10.1 Intermolecular Forces - Chemistry_ Atoms First 2e _ OpenStax

Learning Objectives

• Types of Intermolecular Forces: At the end of this section, students should be able to:

  • Describe the types of intermolecular forces present in condensed phases, including dispersion forces, dipole-dipole attractions, and hydrogen bonding.

  • Identify the intermolecular forces experienced by specific molecules based on their structures.

  • Explain the relationship between intermolecular forces and the temperatures related to physical state changes.

Kinetic Molecular Theory in Solids and Liquids

• The kinetic molecular theory helps explain the behavior of solids and liquids.

• Particles in solids:

  • Tightly packed and arranged in regular patterns.

  • Vibrate in fixed positions but do not move relative to one another.

• Particles in liquids:

  • Close together but lack a fixed arrangement.

  • Move past each other, remaining in constant contact.

• Particles in gases:

  • Spread far apart with no regular arrangement.

  • Move independently except during collisions.

• The phase of a substance depends on:

  • The strength of the attractive intermolecular forces (IMFs).

  • The kinetic energy (KE) of the molecules.

Intermolecular Forces and Kinetic Energy

• Intermolecular forces (IMFs): forces of attraction between particles (atoms, molecules, or ions).

• These forces keep particles close together, while kinetic energy provides the energy that allows particles to overcome these forces during temperature changes.

• Changes in physical state occur when temperature or pressure conditions favor shifts in intermolecular forces.
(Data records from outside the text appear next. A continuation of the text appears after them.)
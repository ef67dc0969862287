import { useEffect, useRef, useState } from 'react';
import { useSearchParams } from 'react-router';
import { useSettled } from '../../lib/use-settled.ts';
import { useCheckImport } from './api/check-import.ts';
import type { Mapping, MappingSheet } from './api/get-mapping.ts';
import { useSaveMapping } from './api/save-mapping.ts';
import { sendable } from './mapping-draft.ts';

/** A choice is kept, and the first rows read with it, once choosing rests this long. */
const restMs = 400;

/** The mapping as it is being chosen; the server keeps each step and answers with the first rows as they then read. */
export function useMappingDraft(id: string, first: MappingSheet, firstDraft: Mapping) {
  const [draft, setDraft] = useState(firstDraft);
  const [sheet, setSheet] = useState(first);
  const save = useSaveMapping(id);
  const check = useCheckImport(id);
  const [, setSearch] = useSearchParams();
  const sent = useRef(firstDraft);
  const settled = useSettled(draft, restMs);
  const { mutate, mutateAsync } = save;

  useEffect(() => {
    if (settled === sent.current) return;
    sent.current = settled;
    mutate(sendable(settled), { onSuccess: setSheet });
  }, [settled, mutate]);

  /** What is chosen is kept first, though nothing was changed: a suggestion counts only with a person's word. */
  const keepAndCheck = async () => {
    sent.current = draft;
    try {
      const kept = await mutateAsync(sendable(draft));
      setSheet(kept);
      if (kept.missing.length > 0) return;
      // The address asks for the columns no longer: the checked rows come next.
      setSearch({}, { replace: true });
      check.mutate();
    } catch {
      // The mutation itself tells the error, which stands beside the column.
    }
  };

  return { draft, setDraft, sheet, save, check, keepAndCheck, isReading: save.isPending || settled !== draft };
}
Phase Transitions of Water

• When water vapor cools sufficiently, the attractions between water molecules allow condensation from gas to liquid.

• Example applications:

  • Cold glass causing moisture to condense from air, forming liquid water on its surface.

• Many gases can liquefy under high pressure, compressing molecules closer together to allow intermolecular attractions to dominate over their kinetic energy.

  • For instance, Butane (C₄H₁₀) is gas at standard conditions but condenses into liquid in a lighter's fuel compartment.

Strength of Intermolecular Forces

• Attractive forces between molecules (intermolecular forces) differ from those within molecules (intramolecular forces).

• Intramolecular forces: bonds within molecules (e.g., covalent bonds); much stronger than IMFs.

• To break IMFs, relatively low energy is needed, while breaking covalent bonds requires significantly more energy.

  • Example: To convert 1 mole of liquid HCl to gas, only about 17 kJ is needed compared to approximately 430 kJ to break H-Cl bonds.

Types of Intermolecular Forces

Dispersion Forces

• London dispersion forces are present in all condensed phases.

• Temporary dipoles form when electron distributions in atoms or molecules change, leading to weak attractions.

• Larger, heavier atoms have stronger dispersion forces than smaller, lighter ones due to more substantial electron cloud distortions.

Dipole-Dipole Attractions

• Polar molecules have a distinct positive and negative end, creating a dipole.

• Dipole-dipole attractions occur between the positive end of one molecule and the negative end of another, as seen in molecules such as HCl.

Hydrogen Bonding

• Particularly strong dipole-dipole interactions occur when hydrogen is bonded to highly electronegative atoms such as F, O, or N.

• This results in significant attractions evident in substances like water (H₂O), leading to higher boiling points compared to nonpolar counterparts.

Effect of Molecular Size and Shape on Boiling Points

• As the molecular size increases, boiling and melting points generally increase due to stronger dispersion forces.

• The shape of molecules affects dispersion strength—elongated shapes have more surface area for intermolecular contact than compact shapes, enhancing attraction and boiling points.

• Example: n-pentane has a higher boiling point due to its larger contact area compared to neopentane.

Everyday Examples: Geckos and Intermolecular Forces

• Geckos can adhere to surfaces due to intermolecular forces acting through their feet, which are covered with tiny hairs (setae).

• These setae maximize surface area contact, enabling the gecko to stick to various surfaces without adhesive substances.

• Their ability to toggle adhesion is due to the change in angles between the spatulae on their toes when under force, illustrating the practical application of dispersion forces.